> REQUIRED ACTION: Nothing but the lines from the one containing "profile grid the" through the one containing "function firstNonFinite(r: ColumnResult): ResultNumericName", both included, should be given again, each exactly as written below.

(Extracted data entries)
==================================================

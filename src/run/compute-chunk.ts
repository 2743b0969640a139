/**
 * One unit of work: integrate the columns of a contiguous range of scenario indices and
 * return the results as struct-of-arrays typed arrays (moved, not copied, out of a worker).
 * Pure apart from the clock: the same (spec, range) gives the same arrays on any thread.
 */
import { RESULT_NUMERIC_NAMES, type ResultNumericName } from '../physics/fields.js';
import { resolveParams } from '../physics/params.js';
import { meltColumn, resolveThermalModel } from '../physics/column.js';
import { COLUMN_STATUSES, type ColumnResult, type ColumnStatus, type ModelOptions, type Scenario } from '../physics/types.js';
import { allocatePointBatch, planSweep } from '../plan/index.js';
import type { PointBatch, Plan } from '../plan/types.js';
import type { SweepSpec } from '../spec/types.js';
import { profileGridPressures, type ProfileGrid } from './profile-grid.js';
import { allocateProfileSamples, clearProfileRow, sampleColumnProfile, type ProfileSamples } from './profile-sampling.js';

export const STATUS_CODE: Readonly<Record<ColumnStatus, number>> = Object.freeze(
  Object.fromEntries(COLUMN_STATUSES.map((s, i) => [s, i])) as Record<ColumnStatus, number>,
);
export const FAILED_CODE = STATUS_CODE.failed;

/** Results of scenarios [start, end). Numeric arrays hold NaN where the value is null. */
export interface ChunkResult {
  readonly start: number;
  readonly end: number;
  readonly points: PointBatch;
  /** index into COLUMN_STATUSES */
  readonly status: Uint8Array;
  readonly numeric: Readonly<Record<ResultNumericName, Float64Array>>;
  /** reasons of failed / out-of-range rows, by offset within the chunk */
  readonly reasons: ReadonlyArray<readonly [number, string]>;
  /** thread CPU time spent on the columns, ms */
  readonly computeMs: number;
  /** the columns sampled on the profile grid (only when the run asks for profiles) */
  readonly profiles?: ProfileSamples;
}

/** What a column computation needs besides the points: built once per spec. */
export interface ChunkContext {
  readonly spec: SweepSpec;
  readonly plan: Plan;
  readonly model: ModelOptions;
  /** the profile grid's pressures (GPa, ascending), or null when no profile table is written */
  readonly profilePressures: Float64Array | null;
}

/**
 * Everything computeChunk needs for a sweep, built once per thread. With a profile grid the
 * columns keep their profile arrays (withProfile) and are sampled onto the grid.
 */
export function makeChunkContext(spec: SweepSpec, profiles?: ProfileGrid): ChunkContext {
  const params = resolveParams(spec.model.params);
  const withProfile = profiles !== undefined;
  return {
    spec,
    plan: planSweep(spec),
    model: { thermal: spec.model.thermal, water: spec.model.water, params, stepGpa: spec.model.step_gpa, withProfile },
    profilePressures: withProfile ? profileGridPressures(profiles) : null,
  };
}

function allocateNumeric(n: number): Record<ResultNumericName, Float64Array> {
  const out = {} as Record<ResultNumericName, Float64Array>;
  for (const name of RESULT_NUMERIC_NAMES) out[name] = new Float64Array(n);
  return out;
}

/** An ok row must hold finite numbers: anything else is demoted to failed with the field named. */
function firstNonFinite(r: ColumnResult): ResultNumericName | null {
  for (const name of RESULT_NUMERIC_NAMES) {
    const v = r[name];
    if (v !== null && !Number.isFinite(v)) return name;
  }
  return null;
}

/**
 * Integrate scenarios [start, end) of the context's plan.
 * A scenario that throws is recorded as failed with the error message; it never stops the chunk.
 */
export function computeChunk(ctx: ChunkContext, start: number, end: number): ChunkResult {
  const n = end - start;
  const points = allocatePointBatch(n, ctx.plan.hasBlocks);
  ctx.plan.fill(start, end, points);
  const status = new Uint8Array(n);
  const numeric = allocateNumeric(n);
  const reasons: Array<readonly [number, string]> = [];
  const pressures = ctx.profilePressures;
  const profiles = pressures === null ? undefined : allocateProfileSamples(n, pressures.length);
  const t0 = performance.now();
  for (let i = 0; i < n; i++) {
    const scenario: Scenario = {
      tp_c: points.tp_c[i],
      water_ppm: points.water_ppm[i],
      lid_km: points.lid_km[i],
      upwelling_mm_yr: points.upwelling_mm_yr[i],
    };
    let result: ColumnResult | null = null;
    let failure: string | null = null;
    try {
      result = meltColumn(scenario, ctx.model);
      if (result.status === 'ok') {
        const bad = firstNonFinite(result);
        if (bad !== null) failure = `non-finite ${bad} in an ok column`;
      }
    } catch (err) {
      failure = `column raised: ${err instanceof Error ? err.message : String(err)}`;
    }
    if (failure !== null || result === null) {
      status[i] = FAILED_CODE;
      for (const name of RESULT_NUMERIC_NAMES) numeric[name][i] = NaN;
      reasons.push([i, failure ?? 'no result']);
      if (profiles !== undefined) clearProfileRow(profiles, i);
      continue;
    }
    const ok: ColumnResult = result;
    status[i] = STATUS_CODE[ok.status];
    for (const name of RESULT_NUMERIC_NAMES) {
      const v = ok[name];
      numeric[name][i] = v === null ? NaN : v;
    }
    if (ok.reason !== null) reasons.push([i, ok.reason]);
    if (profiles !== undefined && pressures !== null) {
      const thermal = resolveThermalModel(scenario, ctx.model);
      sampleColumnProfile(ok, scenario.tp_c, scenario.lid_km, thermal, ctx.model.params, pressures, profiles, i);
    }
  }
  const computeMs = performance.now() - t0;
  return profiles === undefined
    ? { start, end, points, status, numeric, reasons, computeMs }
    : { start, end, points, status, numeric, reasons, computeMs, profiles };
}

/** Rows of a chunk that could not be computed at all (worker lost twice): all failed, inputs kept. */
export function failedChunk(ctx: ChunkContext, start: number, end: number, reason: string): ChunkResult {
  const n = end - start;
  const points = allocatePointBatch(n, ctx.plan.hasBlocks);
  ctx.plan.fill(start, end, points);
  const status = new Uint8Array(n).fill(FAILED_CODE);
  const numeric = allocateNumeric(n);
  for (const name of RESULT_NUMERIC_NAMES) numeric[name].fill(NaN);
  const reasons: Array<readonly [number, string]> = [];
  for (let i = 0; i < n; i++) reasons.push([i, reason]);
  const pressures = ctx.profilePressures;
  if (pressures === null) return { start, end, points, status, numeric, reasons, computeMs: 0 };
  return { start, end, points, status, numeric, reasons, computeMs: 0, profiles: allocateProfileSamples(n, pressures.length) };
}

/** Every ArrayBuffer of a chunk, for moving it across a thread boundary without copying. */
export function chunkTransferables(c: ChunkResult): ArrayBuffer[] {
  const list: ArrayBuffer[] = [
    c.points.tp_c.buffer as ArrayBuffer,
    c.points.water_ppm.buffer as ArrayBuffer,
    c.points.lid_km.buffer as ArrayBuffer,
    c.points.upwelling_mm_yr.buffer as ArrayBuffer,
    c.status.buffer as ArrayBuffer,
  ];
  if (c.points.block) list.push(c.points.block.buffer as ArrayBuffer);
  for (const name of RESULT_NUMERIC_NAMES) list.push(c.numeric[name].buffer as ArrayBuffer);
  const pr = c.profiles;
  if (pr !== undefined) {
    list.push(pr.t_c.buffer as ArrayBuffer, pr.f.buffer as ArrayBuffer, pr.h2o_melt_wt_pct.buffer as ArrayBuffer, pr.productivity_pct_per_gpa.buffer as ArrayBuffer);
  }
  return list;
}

==================================================

> YOUR SOLUTION:
 * Everything computeChunk needs for a sweep, built once per thread. With a profile grid the
 * columns keep their profile arrays (withProfile) and are sampled onto the grid.
 */
export function makeChunkContext(spec: SweepSpec, profiles?: ProfileGrid): ChunkContext {
  const params = resolveParams(spec.model.params);
  const withProfile = profiles !== undefined;
  return {
    spec,
    plan: planSweep(spec),
    model: { thermal: spec.model.thermal, water: spec.model.water, params, stepGpa: spec.model.step_gpa, withProfile },
    profilePressures: withProfile ? profileGridPressures(profiles) : null,
  };
}

function allocateNumeric(n: number): Record<ResultNumericName, Float64Array> {
  const out = {} as Record<ResultNumericName, Float64Array>;
  for (const name of RESULT_NUMERIC_NAMES) out[name] = new Float64Array(n);
  return out;
}

/** An ok row must hold finite numbers: anything else is demoted to failed with the field named. */
function firstNonFinite(r: ColumnResult): ResultNumericName | null {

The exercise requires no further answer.